**** Entries provided ****
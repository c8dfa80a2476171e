//! A JSON Schema (draft 2020-12) of the scenario file, printed by `radforce schema`, so that
//! editors can check and complete scenario files (TOML editors that understand JSON Schema, such
//! as Taplo, map TOML tables to JSON objects). The loader stays the authority: the schema
//! describes the keys and their types; ranges that depend on other keys are checked at load.

use super::inputs::input_schema;
use crate::model::ChainKind;
use serde_json::{Value, json};

/// The schema.
pub(crate) fn scenario_schema() -> Value {
    let chains: Vec<&str> = ChainKind::ALL.iter().map(|c| c.spec().name).collect();
    let quantity = json!({"$ref": "#/$defs/quantity"});
    let top = json!({
        "title": {"type": "string", "description": "shown on every report"},
        "trials": {"type": "integer", "minimum": super::MIN_TRIALS, "maximum": super::MAX_TRIALS, "description": "Monte Carlo trials M"},
        "seed": {"type": "integer", "minimum": 0, "maximum": i64::MAX},
        "coverage": {"anyOf": [{"type": "number", "exclusiveMinimum": 0, "exclusiveMaximum": 1}, {"type": "string"}], "description": "coverage probability p, 0.95 or \"95 %\""},
        "digits": {"type": "integer", "minimum": 1, "maximum": 6, "description": "ndig of the numerical tolerance (JCGM 101 7.9.2)"},
        "laser": {"type": "boolean"},
        "model": {
            "type": "object",
            "properties": {"chain": {"enum": chains}},
            "required": ["chain"],
            "additionalProperties": false,
        },
        "inputs": {"type": "object", "additionalProperties": {"$ref": "#/$defs/input"}},
        "measurands": {
            "type": "object",
            "additionalProperties": {
                "type": "object",
                "properties": {"formula": {"type": "string"}, "unit": {"type": "string"}, "note": {"type": "string"}, "label": {"type": "string"}},
                "additionalProperties": false,
            },
        },
        "correlation": {
            "type": "array",
            "items": {
                "type": "object",
                "required": ["between", "coefficient"],
                "properties": {
                    "between": {"type": "array", "items": {"type": "string"}, "minItems": 2, "maxItems": 2},
                    "coefficient": {"type": "number", "minimum": -1, "maximum": 1},
                },
                "additionalProperties": false,
            },
        },
        "adaptive": {
            "type": "object",
            "required": ["digits"],
            "properties": {"digits": {"type": "integer", "minimum": 1, "maximum": 6}, "max_trials": {"type": "integer", "minimum": super::MIN_TRIALS}},
            "additionalProperties": false,
        },
        "noise": {"$ref": "#/$defs/noise"},
        "forecast": {"$ref": "#/$defs/forecast"},
        "procedure": {"$ref": "#/$defs/procedure"},
        "sweep": {
            "type": "object",
            "required": ["input", "from", "to", "steps"],
            "properties": {
                "input": {"type": "string"},
                "from": quantity,
                "to": quantity,
                "steps": {"type": "integer", "minimum": 2, "maximum": 1000},
                "scale": {"enum": ["linear", "log"]},
                "measurand": {"type": "string"},
            },
            "additionalProperties": false,
        },
        "variants": {
            "type": "object",
            "additionalProperties": {
                "type": "object",
                "properties": {
                    "title": {"type": "string"},
                    "model": {"type": "object", "properties": {"chain": {"enum": chains}}, "additionalProperties": false},
                    "inputs": {"type": "object", "additionalProperties": {"$ref": "#/$defs/input"}},
                    "drop": {"type": "array", "items": {"type": "string"}},
                    "noise": {"$ref": "#/$defs/noise"},
                    "forecast": {"$ref": "#/$defs/forecast"},
                    "procedure": {"$ref": "#/$defs/procedure"},
                },
                "additionalProperties": false,
            },
        },
    });
    json!({
        "$schema": "https://json-schema.org/draft/2020-12/schema",
        "title": "radforce scenario",
        "description": "A radforce scenario file (TOML): input quantities and their distributions, the measurement model, and how to run it.",
        "type": "object",
        "properties": top,
        "additionalProperties": false,
        "$defs": {
            "quantity": {"anyOf": [{"type": "number"}, {"type": "string", "description": "a number with a unit, e.g. \"2.5 mm\", \"45 deg\", \"3 mW\""}]},
            "input": input_schema(),
            "noise": {
                "type": "object",
                "properties": {
                    "averaging_time": quantity,
                    "temperature": quantity,
                    "damping": {"enum": ["structural", "viscous"]},
                    "signal_frequency": quantity,
                    "readout_angle_noise": quantity,
                    "force_noise": quantity,
                    "flicker": quantity,
                    "random_walk": quantity,
                    "drift": quantity,
                    "wavelength": quantity,
                    "target_resolution": {"type": "string"},
                    "allan": {
                        "type": "object",
                        "required": ["tau", "deviation"],
                        "properties": {
                            "tau": {"type": "array", "items": quantity, "minItems": 3},
                            "deviation": {"type": "array", "items": quantity, "minItems": 3},
                        },
                        "additionalProperties": false,
                    },
                    "record": {
                        "type": "object",
                        "required": ["file", "time", "value", "unit"],
                        "properties": {
                            "file": {"type": "string"},
                            "time": {"type": "string"},
                            "value": {"type": "string"},
                            "unit": {"type": "string"},
                            "time_unit": {"type": "string"},
                        },
                        "additionalProperties": false,
                    },
                },
                "additionalProperties": false,
            },
            "forecast": {
                "type": "object",
                "required": ["power"],
                "properties": {"power": quantity},
                "additionalProperties": false,
            },
            "procedure": {
                "type": "object",
                "required": ["pattern", "cycles", "on_time", "off_time"],
                "properties": {
                    "pattern": {"enum": ["alternate", "ABA", "aba"]},
                    "cycles": {"type": "integer", "minimum": 1},
                    "on_time": quantity,
                    "off_time": quantity,
                    "settle_time": quantity,
                    "response_time": quantity,
                },
                "additionalProperties": false,
            },
        },
    })
}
****
→ **What to do**:
Your answer should be every entry above, repeated exactly.

→ **Written response**:
repository c8dfa80a2476171e
//! A JSON Schema (draft 2020-12) of the scenario file, printed by `radforce schema`, so that
//! editors can check and complete scenario files (TOML editors that understand JSON Schema, such
//! as Taplo, map TOML tables to JSON objects). The loader stays the authority: the schema
//! describes the keys and their types; ranges that depend on other keys are checked at load.

use super::inputs::input_schema;
use crate::model::ChainKind;
use serde_json::{Value, json};

/// The schema.
pub(crate) fn scenario_schema() -> Value {
    let chains: Vec<&str> = ChainKind::ALL.iter().map(|c| c.spec().name).collect();
    let quantity = json!({"$ref": "#/$defs/quantity"});
    let top = json!({
        "title": {"type": "string", "description": "shown on every report"},
        "trials": {"type": "integer", "minimum": super::MIN_TRIALS, "maximum": super::MAX_TRIALS, "description": "Monte Carlo trials M"},
        "seed": {"type": "integer", "minimum": 0, "maximum": i64::MAX},
        "coverage": {"anyOf": [{"type": "number", "exclusiveMinimum": 0, "exclusiveMaximum": 1}, {"type": "string"}], "description": "coverage probability p, 0.95 or \"95 %\""},
        "digits": {"type": "integer", "minimum": 1, "maximum": 6, "description": "ndig of the numerical tolerance (JCGM 101 7.9.2)"},
        "laser": {"type": "boolean"},
        "model": {
            "type": "object",
            "properties": {"chain": {"enum": chains}},
            "required": ["chain"],
            "additionalProperties": false,
        },
        "inputs": {"type": "object", "additionalProperties": {"$ref": "#/$defs/input"}},
        "measurands": {
            "type": "object",
            "additionalProperties": {
                "type": "object",
                "properties": {"formula": {"type": "string"}, "unit": {"type": "string"}, "note": {"type": "string"}, "label": {"type": "string"}},
                "additionalProperties": false,
            },
        },
        "correlation": {
            "type": "array",
            "items": {
                "type": "object",
                "required": ["between", "coefficient"],
                "properties": {
                    "between": {"type": "array", "items": {"type": "string"}, "minItems": 2, "maxItems": 2},
                    "coefficient": {"type": "number", "minimum": -1, "maximum": 1},
                },
                "additionalProperties": false,
            },
        },
        "adaptive": {
            "type": "object",
            "required": ["digits"],
            "properties": {"digits": {"type": "integer", "minimum": 1, "maximum": 6}, "max_trials": {"type": "integer", "minimum": super::MIN_TRIALS}},
            "additionalProperties": false,
        },
        "noise": {"$ref": "#/$defs/noise"},
        "forecast": {"$ref": "#/$defs/forecast"},
        "procedure": {"$ref": "#/$defs/procedure"},
        "sweep": {
            "type": "object",
            "required": ["input", "from", "to", "steps"],
            "properties": {
                "input": {"type": "string"},
                "from": quantity,
                "to": quantity,
                "steps": {"type": "integer", "minimum": 2, "maximum": 1000},
                "scale": {"enum": ["linear", "log"]},
                "measurand": {"type": "string"},
            },
            "additionalProperties": false,
        },
        "variants": {
            "type": "object",
            "additionalProperties": {
                "type": "object",
                "properties": {
                    "title": {"type": "string"},
                    "model": {"type": "object", "properties": {"chain": {"enum": chains}}, "additionalProperties": false},
                    "inputs": {"type": "object", "additionalProperties": {"$ref": "#/$defs/input"}},
                    "drop": {"type": "array", "items": {"type": "string"}},
                    "noise": {"$ref": "#/$defs/noise"},
                    "forecast": {"$ref": "#/$defs/forecast"},
                    "procedure": {"$ref": "#/$defs/procedure"},
                },
                "additionalProperties": false,
            },
        },
    });
    json!({
        "$schema": "https://json-schema.org/draft/2020-12/schema",
        "title": "radforce scenario",
        "description": "A radforce scenario file (TOML): input quantities and their distributions, the measurement model, and how to run it.",
        "type": "object",
        "properties": top,
        "additionalProperties": false,
        "$defs": {
            "quantity": {"anyOf": [{"type": "number"}, {"type": "string", "description": "a number with a unit, e.g. \"2.5 mm\", \"45 deg\", \"3 mW\""}]},
            "input": input_schema(),
            "noise": {
                "type": "object",
                "properties": {
                    "averaging_time": quantity,
                    "temperature": quantity,
                    "damping": {"enum": ["structural", "viscous"]},
                    "signal_frequency": quantity,
                    "readout_angle_noise": quantity,
                    "force_noise": quantity,
                    "flicker": quantity,
                    "random_walk": quantity,
                    "drift": quantity,
                    "wavelength": quantity,
                    "target_resolution": {"type": "string"},
                    "allan": {
                        "type": "object",
                        "required": ["tau", "deviation"],
                        "properties": {
                            "tau": {"type": "array", "items": quantity, "minItems": 3},
                            "deviation": {"type": "array", "items": quantity, "minItems": 3},
                        },
                        "additionalProperties": false,
                    },
                    "record": {
                        "type": "object",
                        "required": ["file", "time", "value", "unit"],
                        "properties": {
                            "file": {"type": "string"},
                            "time": {"type": "string"},
                            "value": {"type": "string"},
                            "unit": {"type": "string"},
                            "time_unit": {"type": "string"},
                        },
                        "additionalProperties": false,
                    },
                },
                "additionalProperties": false,
            },
            "forecast": {
                "type": "object",
                "required": ["power"],
                "properties": {"power": quantity},
                "additionalProperties": false,
            },
            "procedure": {
                "type": "object",
                "required": ["pattern", "cycles", "on_time", "off_time"],
                "properties": {
                    "pattern": {"enum": ["alternate", "ABA", "aba"]},
                    "cycles": {"type": "integer", "minimum": 1},
                    "on_time": quantity,
                    "off_time": quantity,
                    "settle_time": quantity,
                    "response_time": quantity,
                },
                "additionalProperties": false,
            },
        },
    })
}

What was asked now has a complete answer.